Ebbene, cercando di tornare fedeli alla linea essenzialmente cazzara di questo blog, chiudo fino a lunedì circa la questione elezioni, auguro ogni bbène a Monica (prima le signore) e al Pada (che fa l'infiltrato al seggio coi dolori intestinali) e riporto una cosa che ho trovato qua e che trovo in fondo molto giusta:
"Ci corre precisare che l’unico voto veramente utile, con buona pace del maggior rappresentante di qualunque schieramento avverso, è quello in cambio del quale si ricevono cento euro in contanti.

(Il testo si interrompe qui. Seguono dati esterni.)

def show(value: Any, unit: str = NUMBER) -> str:
    """The text a field shows for a stored value (fractions as percentages, amounts grouped).

    Parameters
    ----------
    value : Any
        The value as stored; text that did not read as a number is shown as typed.
    unit : str, optional
        One of ``UNITS``: the field's unit.

    Returns
    -------
    str
        The text, without the unit; empty for None.
    """
    if value is None:
        return ""
    if isinstance(value, bool) or not isinstance(value, (int, float)):
        return str(value)  # text kept as typed (it did not read as a number)
    if unit == PERCENT:
        return _trim(to_percent(value))
    if unit == MONEY:
        return f"{value:,.0f}" if float(value).is_integer() else f"{value:,.2f}"
    if unit == INTEGER:
        return str(int(value))
    return _trim(float(value))


def _trim(x: float) -> str:
    text = f"{x:.10f}".rstrip("0").rstrip(".")
    return "0" if text in ("-0", "") else text


def store(value: float | int | None, unit: str) -> float | int | None:
    """A parsed screen number as the case file stores it (a percentage becomes a fraction).

    Parameters
    ----------
    value : float | int | None
        The number as :func:`parse` read it, in the screen's unit.
    unit : str
        One of ``UNITS``: the field's unit.

    Returns
    -------
    float | int | None
        The number as stored: a percentage divided by 100, anything else unchanged.
    """
    if value is None or unit != PERCENT:
        return value
    return to_fraction(value)


def screen_allowed(allowed: str, unit: str) -> str:
    """The engine's allowed text in the field's unit.

    For a rate, "a number from 0 to 1" reads "a number from 0 % to 100 %"; for an amount, 1e+15
    reads 1,000,000,000,000,000.

    Parameters
    ----------
    allowed : str
        What the engine allows, in its words (numbers as stored).
    unit : str
        One of ``UNITS``: the field's unit.

    Returns
    -------
    str
        The text with its numbers in the field's unit; unchanged for units other than percent
        and money.
    """
    if unit not in (PERCENT, MONEY):
        return allowed

    def convert(m: re.Match[str]) -> str:
        x = float(m.group(0))
        if unit == PERCENT:
            return f"{_trim(to_percent(x))} %"
        return f"{x:,.0f}"

    return _NUMBER_IN_TEXT.sub(convert, allowed)


# --------------------------------------------------------------------------- field names


@dataclass(frozen=True)
class FieldName:
    """Where a case path sits on screen: the page's title, the label and the unit."""

    page: str
    """The title of the page that holds the field (one of ``PAGE_TITLES``)."""
    label: str
    """The field's label on that page."""
    unit: str = NUMBER
    """One of ``UNITS``: the unit the field is typed in."""


BORROWER = "Borrower and statements"
ASSET_PD = "Asset trend and PD"
EXPOSURE = "Facilities and exposure"
RECOVERY = "Recovery and LGD"
LOSS = "Loss, capital and pricing"
WHATIF = "What-if and scenarios"
MEMO = "Memo and files"
PAGE_TITLES = (BORROWER, ASSET_PD, EXPOSURE, RECOVERY, LOSS, WHATIF, MEMO)
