def _json_text(change: Callable[[str], str]) -> Mutation:
    """A mutation of the case's JSON text (for tokens no mapping can hold, such as huge numbers)."""

    def mutate(folder: Path) -> Path:
        path = folder / "case.json"
        path.write_text(change(json.dumps(minimal_case_dict())), encoding="utf-8")
        return path

    return mutate


def yaml_text(change: Callable[[str], str]) -> Mutation:
    """A mutation of the case's YAML text (for mistakes a mapping cannot hold)."""

    def mutate(folder: Path) -> Path:
        path = folder / "case.yaml"
        text = yaml.safe_dump(minimal_case_dict(), sort_keys=False)
        path.write_text(change(text), encoding="utf-8")
        return path

    return mutate


def statements_file(data_name: str) -> Mutation:
    """The case reads its statements from a file of tests/data (copied next to the case)."""

    def mutate(folder: Path) -> Path:
        copy_data(folder, data_name)
        data = minimal_case_dict()
        data["statements"] = {"file": data_name}
        return write_case(folder, data, "case.yaml")

    return mutate


def setter(*path: Any, value: Any) -> Callable[[dict[str, Any]], None]:
    """Set data[path...] = value, creating mappings on the way."""

    def change(data: dict[str, Any]) -> None:
        node = data
        for key in path[:-1]:
            if isinstance(key, str) and key not in node:
                node[key] = {}
            node = node[key]
        node[path[-1]] = value

    return change


def dropper(*path: Any) -> Callable[[dict[str, Any]], None]:
    def change(data: dict[str, Any]) -> None:
        node = data
        for key in path[:-1]:
            node = node[key]
        del node[path[-1]]

    return change


def both(*changes: Callable[[dict[str, Any]], None]) -> Callable[[dict[str, Any]], None]:
    def change(data: dict[str, Any]) -> None:
        for c in changes:
            c(data)

    return change


def _duplicate_facility(data: dict[str, Any]) -> None:
    data["facilities"].append(dict(data["facilities"][0]))


def _flat_assets(data: dict[str, Any]) -> None:
    for row in data["statements"]:
        row["total_assets"] = 100.0


def _add_duplicate_name_key(text: str) -> str:
    return text.replace("  name: Test Borrower\n", "  name: Test Borrower\n  name: Other Borrower\n")


def _break_yaml(text: str) -> str:
    # A second colon on the currency line: YAML forbids a mapping value there.
    return text.replace("  currency: EUR\n", "  currency: EUR: x\n")


def _currency_line(text: str) -> int:
    return text.splitlines().index("  currency: EUR") + 1


def _in_long_folder(name: str) -> Mutation:
    """A case file several long folders deep: its full path is far longer than a short value."""

    def mutate(folder: Path) -> Path:
        deep = folder / ("annual_review_of_the_borrower_" * 2) / "working_papers_and_statements"
        deep.mkdir(parents=True)
        return write_case(deep, minimal_case_dict(), name)

    return mutate


_BASE_YAML = yaml.safe_dump(minimal_case_dict(), sort_keys=False)
_BAD_YAML_LINE = _currency_line(_BASE_YAML)
_DUP_KEY_LINE = _BASE_YAML.splitlines().index("  name: Test Borrower") + 2
_MARKET = {"equity_value": 50.0, "equity_volatility": 0.4, "risk_free_rate": 0.02}

# The largest recovery std of a beta law on [0, u] with mean m is sqrt(m (u - m)) (the variance
# of a law on [0, u] with mean m is at most m (u - m), reached by the two-point law on {0, u};
# Bhatia-Davis inequality). Messages print it to 4 decimals.
_STD_LIMIT_06_08 = f"{math.sqrt(0.6 * (0.8 - 0.6)):.4f}"
# Basel III final senior unsecured LGD 40 % (from memory) -> mean recovery 0.6 on [0, 1].
_STD_LIMIT_DEFAULT = f"{math.sqrt(0.6 * 0.4):.4f}"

Quell’altro, quello elargito gratuitamente per ragioni ideali o morali, è bensì utile per chi lo riceve, ma del tutto dannoso per chi lo dà, di talché, compensando commoda ed incommoda, lo si potrebbe definire al massimo “voto neutro” o al più “voto altruista”."
Essì.
E comunque, visto che la Sacra Teiera forse non basta, io domani pregherò tutto il giorno Pio Kenobi,e speriamo bene. In fondo, poi, tra l'altro sono veramente identici.

Adesso però non mi saltino su i cattocomunisti oe/eo i ciellini, blease, stiamo a scherzà, scherziamo, e comunque se va su Berlusconi voglio qualcosa anch'io in cambio, e allora che mi si lasci l'irriverenza, almeno.
Oggi un discorZo serio ma non serioso.
Sulla nota vicenda del Papa alla Sapienza, e degli studenti contrari alla sua presenza insieme a 67 docenti, riporto due articoli che esprimono bene ciò che penso, e non sono neanche troppo di sinistra (i commenti, non io) (ma veramente anch'io, oramai). Comunque, li ho presi da un blog assai interessante, che leggo a volte (perchè tratta argomenti seri, e io se leggo troppe cose serie primo mi viene mal di testa, e secondo mi deprimo perchè sono ignorante, e terzo mi vien l'angoscia perchè è un brutto brutto mondo).
Commento di tashtego:
"Benedetto XVI poteva andarci all'università, poteva affrontare quel clima, quegli studenti e quei docenti, come alcuni prima di lui hanno fatto con più coraggio di lui, spesso tutti i giorni.
Voleva che anche lì lo si accogliesse come a Piazza San Pietro, voleva che le sue parole pregresse non contassero, che lo si acclamasse comunque 'in quanto papa'.
Pretendeva che ciò che è venuto affermando in questi anni dall’alto della sua arrogante rocciona di travertino non gli fosse rinfacciato.
Si è dovuto accorgere che esistono ancora brandelli intransigenti di cultura non religiosa, coi quali avrebbe dovuto, forse, fare i conti.
Non se l’è sentita".
E questo altro articolo, di Sandrone Dazieri:
"... sono molto contento per quello che è accaduto alla Sapienza, ovvero che qualcuno dicesse no al papa invece di genuflettersi come tornato di moda. I problemi politici di Prodi, di opportunità e di mediazione, non sono i nostri per fortuna. Quello che mi ha colpito è che mentre il coro delle istituzioni e dei partiti esprime senza distinguo solidarietà al papa, tutti quelli con i quali ho parlato in questi giorni erano radicalmente contrari alla venuta del papa. Gente che ha votato prodi, o rifondazione magari, che improvvisamente scopre di non avere più un rappresentante istituzionale, al governo come all’opposizione. Che i suoi governanti presenti e futuri discutono di aborto con il clero e i loro rappresentanti, che la ministra della salute va alle veglie dell’antiabortista Ferrara per il diritto di parola del Papa. Mi dispiace per Dario Fo, che era quello che ha fatto Mistero Buffo, alla fine. Ma si sa, nessuno migliora, invecchiando".